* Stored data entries
"""Rates and yields from the amounts at start and end, and what went in and out between.

All amounts carry their errors, so what they share - above all the substrate that every yield is
divided by - correlates the yields.
"""

from __future__ import annotations

from itertools import pairwise
from math import sqrt
from typing import TYPE_CHECKING

from yieldnet.foundation.findings import Severity
from yieldnet.model.network import BIOMASS
from yieldnet.rates.liquids import find_liquids
from yieldnet.rates.offgas import CARBON_DIOXIDE, gas_at
from yieldnet.rates.outcome import state_rates
from yieldnet.rates.result import Estimate
from yieldnet.rates.values import covariance, deviation, nominal, place_of, row_count

if TYPE_CHECKING:
    from collections.abc import Sequence

    from yieldnet.rates.liquids import Liquids
    from yieldnet.rates.offgas import GasRow
    from yieldnet.rates.result import StateRates
    from yieldnet.rates.values import Listed, Notes, PerhapsQuantity, Quantity, Values

__all__ = ["amount_rates", "filled", "log_mean"]

NEAR = 1e-4
"""Relative difference below which the logarithmic mean is taken as the plain one; the error of
that is a twelfth of its square, 1e-9 [-]."""


def log_mean(first: Quantity, last: Quantity) -> Quantity:
    """Mean of a quantity that grows exponentially from one value to the other.

    Parameters
    ----------
    first, last : float or value with errors
        Positive, in one unit.

    Returns
    -------
    float or value with errors
        (last - first) / ln(last / first), in the same unit.

    Examples
    --------
    >>> round(log_mean(1.0, 2.718281828459045), 6)
    1.718282
    """
    from uncertainties import umath  # type: ignore[import-untyped]

    if abs(nominal(last) / nominal(first) - 1) < NEAR:
        return (first + last) / 2
    return (last - first) / umath.log(last / first)


def filled(times: Sequence[float], levels: Sequence[PerhapsQuantity]) -> list[PerhapsQuantity]:
    """Levels with those between two measured ones put on a straight line; ends stay as they are.

    Examples
    --------
    >>> filled([0.0, 1.0, 2.0], [1.0, None, 3.0])
    [1.0, 2.0, 3.0]
    """
    known = [at for at, level in enumerate(levels) if level is not None]
    found = list(levels)
    for before, after in pairwise(known):
        for at in range(before + 1, after):
            share = (times[at] - times[before]) / (times[after] - times[before])
            found[at] = levels[before] * (1 - share) + levels[after] * share
    return found


def amount_rates(values: Values, items: Sequence[Listed], notes: Notes) -> StateRates | None:
    """Yields and mean rates between the first and the last row.

    Parameters
    ----------
    values : Values
        Values of a batch or a fed-batch.
    items : sequence of Listed
        Compounds with data, the basis first.
    notes : Notes
        Takes findings and assumptions.

    Returns
    -------
    StateRates or None
        ``None`` where a finding says why not.

    Notes
    -----
    Given off: n_i = c V at the end - c V at the start + what all samples between took (the first
    row's own included, the last row's not) - what was added + what left as gas. Mean specific
    rates divide by the integral of biomass over time, by logarithmic means between the rows;
    volumetric rates divide by the integral of the volume.
    """
    run = values.run
    rows = row_count(run)
    if rows < 2:
        notes.findings.add(
            "YN822",
            "start and end need two rows",
            run.span,
            left=f"rows: {rows}",
            right="needed: 2",
            hint="Give a row at the start and one at the end.",
        )
        return None
    liquids = find_liquids(values, notes)
    if notes.findings.refused:
        return None
    liquids.check(values, range(rows), notes)
    if notes.findings.refused:
        return None
    gas = [gas_at(values, row) for row in range(rows)] if run.gas else []
    if gas and run.gas:
        notes.assume("gas rates are straight between the rows")
    kept: list[Listed] = []
    amounts: list[Quantity] = []
    for at, item in enumerate(items):
        found = _given_off(values, item, liquids, gas, notes, is_basis=at == 0)
        if found is not None:
            kept.append(item)
            amounts.append(found)
    if notes.findings.refused:
        return None
    litre_hours = sum(
        (
            (liquids.volumes[row] - liquids.sampled[row] + liquids.volumes[row + 1]) / 2 * span
            for row, span in enumerate(_spans(run.times))
        ),
        start=0.0,
    )
    gram_hours = _biomass_integral(values, liquids, notes)
    volumetric = [amount / litre_hours for amount in amounts]
    specific: list[Quantity] = []
    growth: list[Quantity] = []
    if gram_hours is not None:
        specific = [amount / gram_hours for amount in amounts]
        formed = _balance(values, BIOMASS, _levels(values, BIOMASS, notes), liquids)
        growth = [formed / gram_hours]
    quantities = [*volumetric, *specific, *growth]
    matrix = covariance(quantities)
    import numpy as np

    vector = np.array([nominal(item) for item in quantities])
    size = len(kept)
    return state_rates(
        run,
        kept,
        label="",
        where=place_of(run, 0),
        volumetric=vector[:size],
        volumetric_covariance=matrix[:size, :size],
        specific=vector[size : 2 * size] if growth else None,
        specific_covariance=matrix[size : 2 * size, size : 2 * size] if growth else None,
        growth_rate=Estimate(value=float(vector[-1]), sd=sqrt(matrix[-1, -1])) if growth else None,
        notes=notes,
    )


def _spans(times: Sequence[float]) -> list[float]:
    return [after - before for before, after in pairwise(times)]


def _levels(values: Values, name: str, notes: Notes) -> list[PerhapsQuantity]:
    """Concentrations of all rows, gaps between measured rows filled [mol/L], [g/L]."""
    run = values.run
    measured = [values.broth(name, row) for row in range(row_count(run))]
    found = filled(run.times, measured)
    if any(a is None and b is not None for a, b in zip(measured, found, strict=True)):
        notes.assume(f"{name} is on a straight line between the rows where it was measured")
    return found


def _balance(
    values: Values, name: str, levels: Sequence[PerhapsQuantity], liquids: Liquids
) -> Quantity:
    """Amount formed in the broth; levels may be missing only where nothing was sampled."""
    last = len(levels) - 1
    held = levels[last] * liquids.volumes[last] - levels[0] * liquids.volumes[0]
    taken = sum(
        (
            level * sample
            for level, sample in zip(levels[:last], liquids.sampled[:last], strict=True)
        ),
        start=0.0,
    )
    return held + taken - _brought(values, name, liquids)


def _brought(values: Values, name: str, liquids: Liquids) -> Quantity:
    """Amount that feed and base brought [mol], [g]."""
    return sum(
        (
            step * values.content(item, name, row + 1)
            for item, steps in liquids.added
            for row, step in enumerate(steps)
        ),
        start=0.0,
    )


def _given_off(
    values: Values,
    item: Listed,
    liquids: Liquids,
    gas: Sequence[GasRow | None],
    notes: Notes,
    *,
    is_basis: bool,
) -> PerhapsQuantity:
    """Amount given off between start and end [mol]."""
    run = values.run
    total: Quantity = 0.0
    gone = ""
    if item.broth is not None:
        levels = _levels(values, item.name, notes)
        gone = "in the broth of the first and of the last row"
        if levels[0] is not None and levels[-1] is not None:
            gone = ""
            total = _balance(values, item.name, levels, liquids)
    else:
        total = -_brought(values, item.name, liquids)
    if item.name == BIOMASS:
        total = total / float(run.compound(BIOMASS).weight.molar_mass or 1)
    if item.in_gas and not gone:
        ends = bool(gas) and gas[0] is not None and gas[-1] is not None
        gone = "" if ends else "in the gas of the first and of the last row"
        if ends:
            total = total + _of_gas(values, item.name, liquids, gas)
    if gone:
        notes.findings.add(
            "YN820" if is_basis else "YN834",
            f"{item.name} was not measured {gone}",
            place_of(run, 0),
            hint="Measure the basis there." if is_basis else "It is left out.",
            severity=Severity.ERROR if is_basis else Severity.WARNING,
        )
        return None
    return total


def _of_gas(values: Values, name: str, liquids: Liquids, gas: Sequence[GasRow | None]) -> Quantity:
    """Amount that left as gas, and what stays of it in the broth as inorganic carbon [mol]."""
    times = values.run.times
    known = [(at, row) for at, row in enumerate(gas) if row is not None]
    total: Quantity = 0.0
    for (before, first), (after, second) in pairwise(known):
        hours = times[after] - times[before]
        total = total + (first.rates[name] + second.rates[name]) / 2 * hours
    carbon = [row.carbon_out if row else None for row in gas]
    if name == CARBON_DIOXIDE and carbon[0] is not None:
        levels = filled(times, carbon)
        last = len(levels) - 1
        total = total + levels[last] * liquids.volumes[last] - levels[0] * liquids.volumes[0]
        for level, sample in zip(levels[:last], liquids.sampled[:last], strict=True):
            total = total + level * sample
    return total


def _biomass_integral(values: Values, liquids: Liquids, notes: Notes) -> PerhapsQuantity:
    """Integral of the dry weight in the vessel over time [g h]; ``None`` if it is not known."""
    levels = _levels(values, BIOMASS, notes)
    if not levels or levels[0] is None or levels[-1] is None:
        if any(series.compound == BIOMASS for series in values.run.broth):
            notes.findings.add(
                "YN834",
                "biomass was not measured at start and end, so there are no specific rates",
                place_of(values.run, 0),
                hint="Measure it in the first and in the last row.",
                severity=Severity.WARNING,
            )
        return None
    total: Quantity = 0.0
    for row, hours in enumerate(_spans(values.run.times)):
        first = levels[row] * (liquids.volumes[row] - liquids.sampled[row])
        last = levels[row + 1] * liquids.volumes[row + 1]
        if nominal(first) > 0 and nominal(last) > 0:
            mean = log_mean(first, last)
            notes.assume("biomass grows exponentially between two rows (logarithmic mean)")
        else:
            mean = (first + last) / 2
            notes.assume("biomass is straight between rows where it is not above zero")
        total = total + mean * hours
    if not nominal(total) > deviation(total):
        notes.findings.add(
            "YN821",
            "the biomass of the run is not above its error",
            place_of(values.run, 0),
            left=f"integral {nominal(total):.4g} g h",
            right=f"s.d. {deviation(total):.2g} g h",
            hint="Specific rates divide by it: leave biomass out, or measure it better.",
        )
        return None
    return total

* Action item
The answer must hold exactly the lines of the entries above, from the first line through the line that contains "from yieldnet.rates.liquids import Liquids", and no others.

* Result
"""Rates and yields from the amounts at start and end, and what went in and out between.

All amounts carry their errors, so what they share - above all the substrate that every yield is
divided by - correlates the yields.
"""

from __future__ import annotations

from itertools import pairwise
from math import sqrt
from typing import TYPE_CHECKING

from yieldnet.foundation.findings import Severity
from yieldnet.model.network import BIOMASS
from yieldnet.rates.liquids import find_liquids
from yieldnet.rates.offgas import CARBON_DIOXIDE, gas_at
from yieldnet.rates.outcome import state_rates
from yieldnet.rates.result import Estimate
from yieldnet.rates.values import covariance, deviation, nominal, place_of, row_count

if TYPE_CHECKING:
    from collections.abc import Sequence

    from yieldnet.rates.liquids import Liquids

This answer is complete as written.